▸ Directions:
Output only how many lines below contain "operands".

(Stored entries)
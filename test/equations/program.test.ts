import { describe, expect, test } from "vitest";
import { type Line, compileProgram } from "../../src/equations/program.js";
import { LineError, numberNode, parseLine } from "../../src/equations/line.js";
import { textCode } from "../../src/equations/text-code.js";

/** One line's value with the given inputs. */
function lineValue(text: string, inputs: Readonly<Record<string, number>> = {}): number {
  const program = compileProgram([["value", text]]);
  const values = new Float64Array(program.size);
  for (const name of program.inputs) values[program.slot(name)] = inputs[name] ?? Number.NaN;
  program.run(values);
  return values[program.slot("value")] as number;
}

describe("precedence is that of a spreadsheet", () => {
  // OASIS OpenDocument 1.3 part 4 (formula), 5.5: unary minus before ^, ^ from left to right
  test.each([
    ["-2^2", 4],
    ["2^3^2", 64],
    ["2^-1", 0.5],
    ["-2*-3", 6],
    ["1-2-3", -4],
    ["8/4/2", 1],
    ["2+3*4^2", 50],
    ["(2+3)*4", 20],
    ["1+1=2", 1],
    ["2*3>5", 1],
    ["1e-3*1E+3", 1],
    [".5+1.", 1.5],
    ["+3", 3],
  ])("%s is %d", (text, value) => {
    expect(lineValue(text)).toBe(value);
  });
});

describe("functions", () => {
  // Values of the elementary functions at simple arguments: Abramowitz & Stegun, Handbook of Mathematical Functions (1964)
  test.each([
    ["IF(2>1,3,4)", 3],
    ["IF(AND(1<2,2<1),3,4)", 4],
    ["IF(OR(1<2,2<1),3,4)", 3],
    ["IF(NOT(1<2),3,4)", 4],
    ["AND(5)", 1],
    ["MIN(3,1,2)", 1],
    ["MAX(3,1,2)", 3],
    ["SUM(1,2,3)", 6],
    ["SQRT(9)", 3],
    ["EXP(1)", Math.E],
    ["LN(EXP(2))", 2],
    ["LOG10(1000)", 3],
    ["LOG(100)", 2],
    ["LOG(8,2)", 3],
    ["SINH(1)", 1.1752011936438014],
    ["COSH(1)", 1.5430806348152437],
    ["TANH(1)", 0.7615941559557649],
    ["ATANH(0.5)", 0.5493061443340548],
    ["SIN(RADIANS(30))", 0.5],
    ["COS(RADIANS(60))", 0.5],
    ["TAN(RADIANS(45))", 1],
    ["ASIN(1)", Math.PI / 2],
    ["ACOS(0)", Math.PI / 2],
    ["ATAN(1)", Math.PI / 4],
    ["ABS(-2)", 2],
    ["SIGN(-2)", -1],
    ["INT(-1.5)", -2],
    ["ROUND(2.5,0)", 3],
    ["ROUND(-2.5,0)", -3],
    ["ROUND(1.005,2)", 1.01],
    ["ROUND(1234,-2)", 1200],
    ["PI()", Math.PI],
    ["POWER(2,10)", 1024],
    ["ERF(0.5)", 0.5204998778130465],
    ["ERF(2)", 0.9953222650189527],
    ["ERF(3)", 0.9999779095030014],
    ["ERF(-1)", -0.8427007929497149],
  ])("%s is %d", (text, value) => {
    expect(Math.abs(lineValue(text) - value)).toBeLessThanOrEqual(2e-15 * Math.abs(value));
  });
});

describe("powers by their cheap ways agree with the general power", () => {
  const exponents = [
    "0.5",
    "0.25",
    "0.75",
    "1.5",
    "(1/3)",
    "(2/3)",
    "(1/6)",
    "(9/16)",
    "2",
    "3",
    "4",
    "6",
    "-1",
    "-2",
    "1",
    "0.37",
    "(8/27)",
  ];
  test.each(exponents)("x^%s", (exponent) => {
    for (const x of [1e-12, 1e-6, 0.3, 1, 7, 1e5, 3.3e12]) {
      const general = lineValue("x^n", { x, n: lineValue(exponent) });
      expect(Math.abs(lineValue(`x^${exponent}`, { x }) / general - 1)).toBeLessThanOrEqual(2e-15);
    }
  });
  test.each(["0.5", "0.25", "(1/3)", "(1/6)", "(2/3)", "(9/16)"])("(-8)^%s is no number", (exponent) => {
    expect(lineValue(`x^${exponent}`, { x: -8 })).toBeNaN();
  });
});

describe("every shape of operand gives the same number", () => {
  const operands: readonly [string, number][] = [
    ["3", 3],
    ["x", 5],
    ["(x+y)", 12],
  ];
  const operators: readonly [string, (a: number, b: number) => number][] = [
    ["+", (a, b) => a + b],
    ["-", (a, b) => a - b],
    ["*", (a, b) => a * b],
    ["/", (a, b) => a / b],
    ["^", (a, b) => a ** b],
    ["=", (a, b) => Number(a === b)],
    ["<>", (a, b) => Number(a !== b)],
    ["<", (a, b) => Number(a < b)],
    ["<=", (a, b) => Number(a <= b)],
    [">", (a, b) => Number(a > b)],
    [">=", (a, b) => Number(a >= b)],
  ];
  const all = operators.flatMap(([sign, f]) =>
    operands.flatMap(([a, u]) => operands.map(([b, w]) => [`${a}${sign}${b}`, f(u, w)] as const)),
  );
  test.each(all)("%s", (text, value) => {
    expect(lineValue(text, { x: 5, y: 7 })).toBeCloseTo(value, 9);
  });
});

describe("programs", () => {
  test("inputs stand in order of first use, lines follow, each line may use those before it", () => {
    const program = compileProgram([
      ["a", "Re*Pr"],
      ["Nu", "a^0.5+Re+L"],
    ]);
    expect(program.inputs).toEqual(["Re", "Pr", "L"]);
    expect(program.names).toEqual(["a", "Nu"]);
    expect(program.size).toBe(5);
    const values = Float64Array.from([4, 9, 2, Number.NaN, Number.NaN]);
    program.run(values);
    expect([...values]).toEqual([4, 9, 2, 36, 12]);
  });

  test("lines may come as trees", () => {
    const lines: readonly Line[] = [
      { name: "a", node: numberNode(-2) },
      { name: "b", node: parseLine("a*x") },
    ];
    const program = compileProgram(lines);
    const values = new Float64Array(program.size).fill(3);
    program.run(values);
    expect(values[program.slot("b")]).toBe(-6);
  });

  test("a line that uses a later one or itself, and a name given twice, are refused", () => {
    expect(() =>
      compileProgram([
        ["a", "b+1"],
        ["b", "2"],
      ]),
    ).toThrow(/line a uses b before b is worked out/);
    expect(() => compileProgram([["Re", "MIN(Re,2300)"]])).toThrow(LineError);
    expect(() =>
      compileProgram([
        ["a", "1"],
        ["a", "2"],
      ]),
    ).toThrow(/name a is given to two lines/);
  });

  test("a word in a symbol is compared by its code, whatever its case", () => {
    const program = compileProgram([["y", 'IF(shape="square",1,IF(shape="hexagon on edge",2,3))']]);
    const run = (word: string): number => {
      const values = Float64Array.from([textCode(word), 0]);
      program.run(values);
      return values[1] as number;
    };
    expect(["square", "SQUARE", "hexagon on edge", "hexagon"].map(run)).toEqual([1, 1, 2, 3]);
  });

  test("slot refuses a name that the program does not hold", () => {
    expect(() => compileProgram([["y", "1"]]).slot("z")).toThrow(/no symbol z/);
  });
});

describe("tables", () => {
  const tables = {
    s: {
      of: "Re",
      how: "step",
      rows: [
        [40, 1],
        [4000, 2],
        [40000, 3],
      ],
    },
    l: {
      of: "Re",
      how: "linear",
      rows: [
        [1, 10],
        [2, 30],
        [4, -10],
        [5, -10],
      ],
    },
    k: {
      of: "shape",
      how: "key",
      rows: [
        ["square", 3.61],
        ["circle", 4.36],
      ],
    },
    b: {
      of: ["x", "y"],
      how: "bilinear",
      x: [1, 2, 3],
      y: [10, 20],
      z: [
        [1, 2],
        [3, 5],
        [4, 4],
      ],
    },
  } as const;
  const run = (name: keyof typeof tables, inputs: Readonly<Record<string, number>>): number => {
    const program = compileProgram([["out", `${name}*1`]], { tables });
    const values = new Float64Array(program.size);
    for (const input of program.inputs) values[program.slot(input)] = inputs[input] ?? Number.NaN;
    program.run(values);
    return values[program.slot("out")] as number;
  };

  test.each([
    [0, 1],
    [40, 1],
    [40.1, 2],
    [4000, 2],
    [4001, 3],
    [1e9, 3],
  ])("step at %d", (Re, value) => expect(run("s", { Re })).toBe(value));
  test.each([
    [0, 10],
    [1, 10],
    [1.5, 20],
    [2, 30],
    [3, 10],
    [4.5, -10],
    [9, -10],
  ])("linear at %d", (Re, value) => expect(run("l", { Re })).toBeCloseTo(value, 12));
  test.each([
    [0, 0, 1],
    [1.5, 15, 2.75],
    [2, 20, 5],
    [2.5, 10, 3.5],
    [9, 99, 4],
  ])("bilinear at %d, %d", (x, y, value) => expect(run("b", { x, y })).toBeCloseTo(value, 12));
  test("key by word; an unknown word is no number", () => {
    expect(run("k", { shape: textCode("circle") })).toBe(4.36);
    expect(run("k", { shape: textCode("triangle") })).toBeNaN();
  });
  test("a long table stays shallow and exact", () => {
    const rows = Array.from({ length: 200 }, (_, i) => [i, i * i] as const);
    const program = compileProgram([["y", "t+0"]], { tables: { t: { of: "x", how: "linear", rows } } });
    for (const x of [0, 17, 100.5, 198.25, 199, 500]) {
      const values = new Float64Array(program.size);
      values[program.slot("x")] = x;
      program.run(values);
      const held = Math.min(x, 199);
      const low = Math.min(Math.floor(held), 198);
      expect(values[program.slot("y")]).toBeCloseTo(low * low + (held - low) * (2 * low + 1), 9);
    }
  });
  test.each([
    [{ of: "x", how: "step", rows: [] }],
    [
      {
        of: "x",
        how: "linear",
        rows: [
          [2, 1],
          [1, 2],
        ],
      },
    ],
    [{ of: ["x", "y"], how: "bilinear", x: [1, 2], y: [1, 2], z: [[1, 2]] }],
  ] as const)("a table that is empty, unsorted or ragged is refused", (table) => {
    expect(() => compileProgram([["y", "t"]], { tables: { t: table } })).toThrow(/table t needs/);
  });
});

▸ Result:
2